The trouble with American series, as I've told anyone who'll listen, is that they so rarely know when to bow out. Most writers pitch a story idea, with little sense of how the story is going to end, and as long as people are watching, and advertisers are paying money, they will usually keep churning out episodes. And so most long-running comedies and dramas end in the ignominy of cancellation, a shadow of their former glories, or tie up multiple loose ends in a wholly unsatisfying fashion (Lost, anyone?).  Breaking Bad, one of the few exceptions to this rulewas absolutely excellent, and we devoured the whole series at Irk Towers in just a few weeks. But Homeland, which I initially championed for its nuanced take on terrorism and patriotism, and then like many grew disillusioned with in its second series as it seemed to descend into one-dimensional US boosterism, returned to something close to its original form at the climax of its third series.  I wish they'd gone out on this high, but a fourth series is planned.  Whether they can maintain the standard of the final episodes without one of the series' major characters remains to be seen.

Over and out. See you in 2014.

Sunday, December 29, 2013

Two Sevens' Clash

While we're wallowing in nostalgia for 1977, and generally acting like the fictional letter-writer in Not The Nine O'Clock News who would gladly sell his house and all its contents to help the BBC, a quick plug for a great show I enjoyed on Boxing Day, This Is Radio Clash, presented by the three surviving members of the group.  No one will be surprised by their inclusion of tracks by Junior Murvin or Grandmaster Flash, but I, for one, was taken aback by Mick's selection of a very recent Prefab Sprout tune.  The stories were good, the banter flowed and their imitation of Bernie Rhodes was welcome.  It's a shame there wasn't five minutes given over to celebrity osteopath Terry Chimes, but you can't have everything.  You can listen here for a limited time.  

Temple's Run

More churlish souls would probably be irritated at the way Julien Temple continually churns out Sex Pistols documentaries.  However, when the documentaries are as good as Never Mind the Baubles, the improbable tale of (what turned out to be) the Sex Pistols' final British gigs on Xmas Day in Huddersfield, the churls should pipe down.  The footage of the gigs themselves (one in the afternoon for the families of striking firemen, at which a gleeful Johnny Rotten cavorted with children to Boney M's Daddy Cool before handing out cake, followed by one in the evening) was limited, but it was given context by interviews with the surviving band members, and by contemporaneous footage of Britain in 1977, from Top of The Pops to TV ads for Smash, and from vox pops to political footage.  While this has all been done before (seemingly, no punk documentary is complete without image of overflowing bins in Leicester Square), it was the sheer diversity of the contextual material that really set Never Mind the Baubles apart, and which really does credit to the researchers and director. The rights-clearances alone must have taken an age.  The additional material showed Britain in the 1970s to be even stranger, even more brown and grey than I remember- the short clip of the man in the pub proudly placing a red hot poker into his pint of cloudy cider before noisily and messily slurping it down is now etched on my retinas.  You've got four more days to watch it on the iPlayer, though with luck, like most of these BBC4 docs, it'll come around again.

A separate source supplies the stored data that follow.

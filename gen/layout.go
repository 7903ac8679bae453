package gen

import (
	"fmt"
	"math"
	"slices"

	"pgregory.net/rapid"
)

// Layout returns a generator of placements of logical qubits 0..qubits−1 on
// physical qubits 0..qubits−1: layout[l] is the physical qubit that holds
// logical qubit l. Every permutation is equally likely (rapid.Permutation's
// Fisher–Yates shuffle draws each swap unbiased), and a failure shrinks
// toward the identity placement, through placements with fewer and shorter
// swaps. With qubits < 0 every draw fails the test with an error saying so.
func Layout(qubits int) *rapid.Generator[[]int] {
	if qubits < 0 {
		return failing[[]int](fmt.Errorf("gen.Layout: qubits = %d, want ≥ 0", qubits))
	}
	identity := make([]int, qubits)
	for i := range identity {
		identity[i] = i
	}
	return rapid.Permutation(identity)
}

// Shape names a family of coupling graphs: the physical qubit pairs on which
// hardware can apply a two-qubit gate directly.
type Shape int

const (
	// Line couples qubit i with qubit i+1.
	Line Shape = iota
	// Ring is the line with its ends joined (for 3 qubits or more; a ring of
	// 1 or 2 qubits is the line).
	Ring
	// Grid places qubit i at row i/w, column i%w of a lattice w = ⌈√n⌉ wide,
	// the last row possibly short, and couples horizontal and vertical
	// neighbours.
	Grid
)

// String returns the shape's name.
func (s Shape) String() string {
	switch s {
	case Line:
		return "line"
	case Ring:
		return "ring"
	case Grid:
		return "grid"
	}
	return fmt.Sprintf("Shape(%d)", int(s))
}

// Graph returns the shape's coupling graph on the given number of qubits,
// labelled in reading order as described on each shape. It fails if qubits
// is negative or the shape unknown.
func (s Shape) Graph(qubits int) (*Graph, error) {
	if qubits < 0 {
		return nil, fmt.Errorf("gen: %v graph with %d qubits, want ≥ 0", s, qubits)
	}
	g := &Graph{Qubits: qubits}
	switch s {
	case Line:
		for i := 0; i+1 < qubits; i++ {
			g.Edges = append(g.Edges, [2]int{i, i + 1})
		}
	case Ring:
		for i := 0; i+1 < qubits; i++ {
			g.Edges = append(g.Edges, [2]int{i, i + 1})
		}
		if qubits >= 3 {
			g.Edges = append(g.Edges, [2]int{0, qubits - 1})
		}
	case Grid:
		w := int(math.Ceil(math.Sqrt(float64(qubits))))
		for i := range qubits {
			if (i+1)%w != 0 && i+1 < qubits {
				g.Edges = append(g.Edges, [2]int{i, i + 1})
			}
			if i+w < qubits {
				g.Edges = append(g.Edges, [2]int{i, i + w})
			}
		}
	default:
		return nil, fmt.Errorf("gen: unknown shape %v", s)
	}
	g.normalize()
	return g, nil
}

// Coupling returns a generator of coupling graphs of the given shape and
// size whose physical qubits are numbered at random (a Layout applied to the
// shape's reading-order labels), so that a router under test cannot rely on
// neighbours having consecutive numbers. It shrinks toward the reading-order
// labels. If qubits is negative or the shape unknown, every draw fails the
// test with an error saying so.
func Coupling(shape Shape, qubits int) *rapid.Generator[*Graph] {
	base, err := shape.Graph(qubits)
	if err != nil {
		return failing[*Graph](fmt.Errorf("gen.Coupling: %w", err))
	}
	return rapid.Map(Layout(qubits), func(relabel []int) *Graph {
		g := &Graph{Qubits: qubits, Edges: make([][2]int, len(base.Edges))}
		for i, e := range base.Edges {
			g.Edges[i] = [2]int{relabel[e[0]], relabel[e[1]]}
		}
		g.normalize()
		return g
	})
}

// Graph is an undirected coupling graph on physical qubits 0..Qubits−1.
type Graph struct {
	// Qubits is the number of physical qubits.
	Qubits int
	// Edges lists each coupled pair once, lower qubit first, in increasing
	// order.
	Edges [][2]int
}

// normalize puts every edge lower qubit first and sorts the list.
func (g *Graph) normalize() {
	for i, e := range g.Edges {
		if e[0] > e[1] {
			g.Edges[i] = [2]int{e[1], e[0]}
		}
	}
	slices.SortFunc(g.Edges, func(a, b [2]int) int {
		if a[0] != b[0] {
			return a[0] - b[0]
		}
		return a[1] - b[1]
	})
}

// Coupled reports whether a two-qubit gate may act on qubits a and b.
func (g *Graph) Coupled(a, b int) bool {
	if a > b {
		a, b = b, a
	}
	_, found := slices.BinarySearchFunc(g.Edges, [2]int{a, b}, func(e, t [2]int) int {
		if e[0] != t[0] {
			return e[0] - t[0]
		}
		return e[1] - t[1]
	})
	return found
}

// Neighbours returns the qubits coupled to q, in increasing order.
func (g *Graph) Neighbours(q int) []int {
	var out []int
	for _, e := range g.Edges {
		switch q {
		case e[0]:
			out = append(out, e[1])
		case e[1]:
			out = append(out, e[0])
		}
	}
	slices.Sort(out)
	return out
}

// Distance returns the number of edges on a shortest path from a to b (0 when
// a == b), or −1 when no path joins them. A router needs at least
// Distance(a, b) − 1 swaps before a gate on a and b.
func (g *Graph) Distance(a, b int) int {
	if a < 0 || b < 0 || a >= g.Qubits || b >= g.Qubits {
		return -1
	}
	dist := make([]int, g.Qubits)
	for i := range dist {
		dist[i] = -1
	}
	dist[a] = 0
	queue := []int{a}
	for len(queue) > 0 {
		q := queue[0]
		queue = queue[1:]
		if q == b {
			return dist[q]
		}
		for _, r := range g.Neighbours(q) {
			if dist[r] < 0 {
				dist[r] = dist[q] + 1
				queue = append(queue, r)
			}
		}
	}
	return -1
}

Tuesday, December 24, 2013

Frank in a Sense

And just in case you think the Stepkids (below) aren't festive enough, here's the late Chris Sievey aka Frank Sidebottom to get the party started. And please, this film can't come soon enough.

Gilles' Play

I may not have mentioned this, but chez Irk we have a Gilles-ometer, a device that we can hold next to the stereogram to ascertain the exact Gilles Peterson-ness of any given tune. Constructed using some oscillators and VU meters we found in a skip, connected to the finest plastic tubing, some 13 amp fuses, a metal colander and a stock of bargain-bin Young Disciples CDs, it's not pretty but it performs its job with considerable aplomb.  Holding it next to the speakers when, say, Metallica's Enter Sandman is playing, elicits nary a flicker.  Some gangster rap by the Geto Boys produces a little more movement on the needle, but not much. Not smooth enough, too many rough edges.  The more polished tones of French rapper MC Solaar finally brings the Gilles-ometer into life, as does anything on the Acid Jazz label, early dubstep and Fela Kuti.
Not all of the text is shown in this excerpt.